The Living End by Stanley Elkins--This is an amusing read, in which we follow the adventures of Ellerbee, a saintly man sent to Hell for keeping his liquor stores open on Sundays, and Ladlehaus, his murderer's accomplice. Quiz, another inhabitant of Hell, is loudly complaining that God unfairly smote him down for interrupting God's enjoyment of a children's musical recital. Jesus is finally able to persuade God to forgive Quiz, and let him into Heaven. Joseph has his doubts as to whether Jesus is the true Messiah, and Mary may be pregnant again. While these various threads are amusing, the book never forms a cohesive whole.

22Fullmoonblue
Mrz. 26, 2009, 7:32 pm

20 -- sounds interesting! I hadn't heard of this book, and I'm glad to know about it now.

23arubabookwoman
Apr. 2, 2009, 2:53 pm

I ended March with 2 short books by Paul Auster. I was intrigued by the alternate history aspect of Man in the Dark, his most recent work, in which several states secede from the union after the Supreme Court declared Bush the winner of the 2000 election. However the ending was abrupt, and I thought unsatisfactory.
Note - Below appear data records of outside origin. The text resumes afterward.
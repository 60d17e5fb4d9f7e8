import { describe, expect, it } from 'vitest';
import { linearisedFits } from './linearised-fits.ts';
import { startingValues } from './starting-values.ts';

describe('startingValues (from the linear plots of integrated rate laws, OpenStax Chemistry 2e §12.4)', () => {
  it('uses each order’s own plot when it exists', () => {
    const times = [0, 1, 2, 3];
    const values = [100, 50, 25, 12.5];
    const fits = linearisedFits(times, values);
    expect(startingValues(1, fits, 100).rateConstant).toBeCloseTo(Math.LN2, 12);
    expect(startingValues(1, fits, 100).initialValue).toBeCloseTo(100, 10);
    expect(startingValues(2, fits, 100).rateConstant).toBeCloseTo(fits[2].slope!, 12);
  });

  it('doc example: without an ln plot, k = k0/C0 for first order and k0/C0² for second order', () => {
    const times = [0, 1, 2, 3];
    const values = [100, 98, 96, 0];
    const fits = linearisedFits(times, values);
    const line = fits[0];
    expect(fits[1].applicable).toBe(false);
    expect(startingValues(1, fits, 100).rateConstant).toBeCloseTo(line.k! / line.c0!, 12);
    expect(startingValues(2, fits, 100).rateConstant).toBeCloseTo(line.k! / line.c0! ** 2, 12);
  });

  it('a non-positive intercept falls back to the largest value for C0', () => {
    const fits = linearisedFits([0, 1, 2], [-1, 0.5, 2]);
    expect(startingValues(0, fits, 2).initialValue).toBe(2);
  });
});
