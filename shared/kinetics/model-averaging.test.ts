import { describe, expect, it } from 'vitest';
import { analyseSeries } from './analyse-series.ts';
import { modelAverage, plausibleModelIndices } from './model-averaging.ts';
import type { Series } from './types.ts';

describe('modelAverage (Burnham & Anderson 2002 §4.3, eq. 4.1 and eq. 4.9)', () => {
  it('weights the estimates and adds the spread between laws to each law’s variance', () => {
    // Hand calculation (checked with scipy.stats.t.ppf(0.975, 5) = 2.570582): se₁ = 4/(2·2.570582)
    // = 0.7780, se₂ = 6/(2·2.570582) = 1.1671; θ̄ = 0.6·20 + 0.4·30 = 24;
    // se(θ̄) = 0.6·√(0.7780² + 4²) + 0.4·√(1.1671² + 6²) = 4.889958; interval 24 ± 2.570582·4.889958.
    const averaged = modelAverage(
      [
        { model: '1', weight: 0.6, estimate: 20, interval: [18, 22], degreesOfFreedom: 5 },
        { model: '2', weight: 0.4, estimate: 30, interval: [27, 33], degreesOfFreedom: 5 },
      ],
      0.95,
      'linear',
    );
    expect(averaged.estimate).toBeCloseTo(24, 10);
    expect(averaged.unconditionalStandardError).toBeCloseTo(4.889958, 5);
    expect(averaged.interval![0]).toBeCloseTo(11.42996, 4);
    expect(averaged.interval![1]).toBeCloseTo(36.57004, 4);
    expect(averaged.range).toEqual([20, 30]);
    expect(averaged.method).toMatch(/Burnham & Anderson 2002 §4\.3, eq\. 4\.9/);
  });

  it('renormalises the weights over the laws averaged and, on the log scale, gives a weighted geometric mean', () => {
    const averaged = modelAverage(
      [
        { model: '0', weight: 0.2, estimate: 10, interval: [9, 11], degreesOfFreedom: 6 },
        { model: '1', weight: 0.2, estimate: 40, interval: [36, 44], degreesOfFreedom: 6 },
      ],
      0.95,
      'log',
    );
    expect(averaged.laws.map((law) => law.weight)).toEqual([0.5, 0.5]);
    expect(averaged.estimate).toBeCloseTo(20, 10); // √(10·40)
    // The spread between the laws dominates: the interval covers both estimates.
    expect(averaged.interval![0]).toBeLessThan(10);
    expect(averaged.interval![1]).toBeGreaterThan(40);
  });

  it('forms no average when a plausible law lacks an estimate or an interval, and says which', () => {
    const averaged = modelAverage(
      [
        { model: '1', weight: 0.6, estimate: 20, interval: [18, 22], degreesOfFreedom: 5 },
        { model: '2', weight: 0.4, estimate: 30, interval: null, degreesOfFreedom: 5 },
      ],
      0.95,
      'log',
    );
    expect(averaged.estimate).toBeNull();
    expect(averaged.reason).toMatch(/second-order law has no positive estimate with an interval/);
  });
});

describe('plausibleModelIndices (weight ≥ 0.1 or ΔAICc ≤ 2)', () => {
  it('keeps a law on either criterion, the thresholds included, and never one without AICc', () => {
    expect(plausibleModelIndices([10, 12, 12.5, 30, null], [0.5, 0.09, 0.1, 0.0, null])).toEqual([0, 1, 2]);
    expect(plausibleModelIndices([10, 12.01], [0.95, 0.05])).toEqual([0]);
  });
});

// Invented first-order data (C0 = 100, k = 0.004 /month, hand-written noise): ~9 % lost in 24
// months, too little for the engine to name an order (issue 12 §3).
const NOISE = [0.21, -0.34, 0.12, 0.3, -0.18, -0.05, 0.26];
const MONTHS = [0, 3, 6, 9, 12, 18, 24];
const LONG_TERM: Series = {
  id: 'A',
  timeUnit: 'month',
  valueUnit: '%',
  observations: MONTHS.map((time, index) => ({ time, value: 100 * Math.exp(-0.004 * time) + NOISE[index]! })),
};

describe('analyseSeries when the data name no order', () => {
  const analysis = analyseSeries(LONG_TERM, { lowerLimit: 95, predictAt: [36] });

  it('shows each plausible law’s k, t½, t90 and time to the limit, and averages only t90, time to limit and predictions', () => {
    expect(analysis.reportedOrder).toBeNull();
    const plausible = analysis.plausible!;
    expect(plausible.laws.length).toBeGreaterThanOrEqual(2);
    for (const law of plausible.laws) {
      expect(law.k).not.toBeNull();
      expect(law.kCi95).not.toBeNull();
      expect(law.t90?.estimate).toBeGreaterThan(0);
      expect(law.timeToLimit?.lower?.estimate).toBeGreaterThan(0);
      expect((law.weight ?? 0) >= 0.1 || (law.deltaAicc ?? Number.POSITIVE_INFINITY) <= 2).toBe(true);
    }
    const [low, high] = plausible.range.t90!;
    const averaged = plausible.modelAveraged.t90;
    expect(averaged.estimate).toBeGreaterThanOrEqual(low);
    expect(averaged.estimate).toBeLessThanOrEqual(high);
    expect(averaged.interval![0]).toBeLessThan(averaged.estimate!);
    expect(averaged.interval![1]).toBeGreaterThan(averaged.estimate!);
    expect(plausible.modelAveraged.timeToLimit?.lower?.estimate).toBeGreaterThan(0);
    expect(plausible.modelAveraged.predictions?.[0]?.estimate).toBeGreaterThan(80);
    // Never k: no averaged rate constant exists in the result.
    expect(Object.keys(plausible.modelAveraged).sort()).toEqual(['predictions', 't90', 'timeToLimit']);
  });

  it('uses the study’s working order where the data cannot tell, labelled as such', () => {
    const withWorking = analyseSeries(LONG_TERM, {
      workingOrder: { order: 1, reason: 'protocol STB-12 states first order' },
    });
    expect(withWorking.selection.bestIntegerOrder).not.toBeUndefined();
    expect(withWorking.reportedOrder).toBe(1);
    expect(withWorking.orderSource).toBe('study');
    expect(withWorking.workingOrderReason).toBe('protocol STB-12 states first order');
    expect(withWorking.verdict).toMatch(/^Working order from the study: first order \(protocol STB-12/);
    expect(withWorking.verdict).not.toMatch(/chosen/);
    expect(withWorking.t90?.estimate).toBeGreaterThan(0);
  });
});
Timbuktu is narrated by Mr. Bones, a homeless man's dog. I don't usually care for books in which animals are anthropomorphized, but this book is an exception. This was a very sensitive and touching book.

I also read an interesting Italian work, The Tartar Steppe by Dino Buzzati. I liked the feel of solitude, isolation, and vastness created by the author, which were positive rather than negative traits.

I am finishing up Confessions of a Thug by Philip Meadows Taylor, who was a police official in India in the mid-1800's. The "thugs" (this may be the source of the term?) were a type of highwaymen, murdering, terrorizing and looting. This particular thug murdered upward of 1000 victims, but the thugs have a complicated system of "ethics" governing who will be their victims, when and where they conduct their activities, etc. The book is based on true events experienced by Taylor and has been described as the first "true crime" novel. It is fascinating.

24Fullmoonblue
Apr. 3, 2009, 2:14 am

I've tried to read Auster before (Mr. Vertigo) and just couldn't get into it. But maybe I started with the wrong book. Your comments make me want to go find my copy of Timbuktu, which I picked up at the same time but then didn't give a chance... so thank you. :)

25timjones
Bearbeitet: Apr. 8, 2009, 8:53 am

#18: Re: "It does not give the reader as much information as possible as soon as possible"

I don't agree with "Give the reader as much information as possible as soon as possible" as a rule for a good book, or at least, not without strong qualifications. This rule leads straight to the dreaded "infodumps" which occur in all too many science fiction books - the scenes where two characters sit down in a bar, and one says to the other "As you know, Bob, we live on a planet orbiting a double star ..." And so on for the rest of the chapter.

As a reader, I prefer books that gradually fill in the background to the story. As a writer, the trick is to figure out how and when information needs to be fed into the story.

Kurt Vonnegut's other 'rules' look pretty sensible to me, though.

26arubabookwoman
Apr. 9, 2009, 2:48 pm

I agree that following that rule could lead to infodumps. I was reading the rule with emphasis on the "as possible" limitations. A good author would realize that an info dump is giving the reader more info than possible sooner than possible.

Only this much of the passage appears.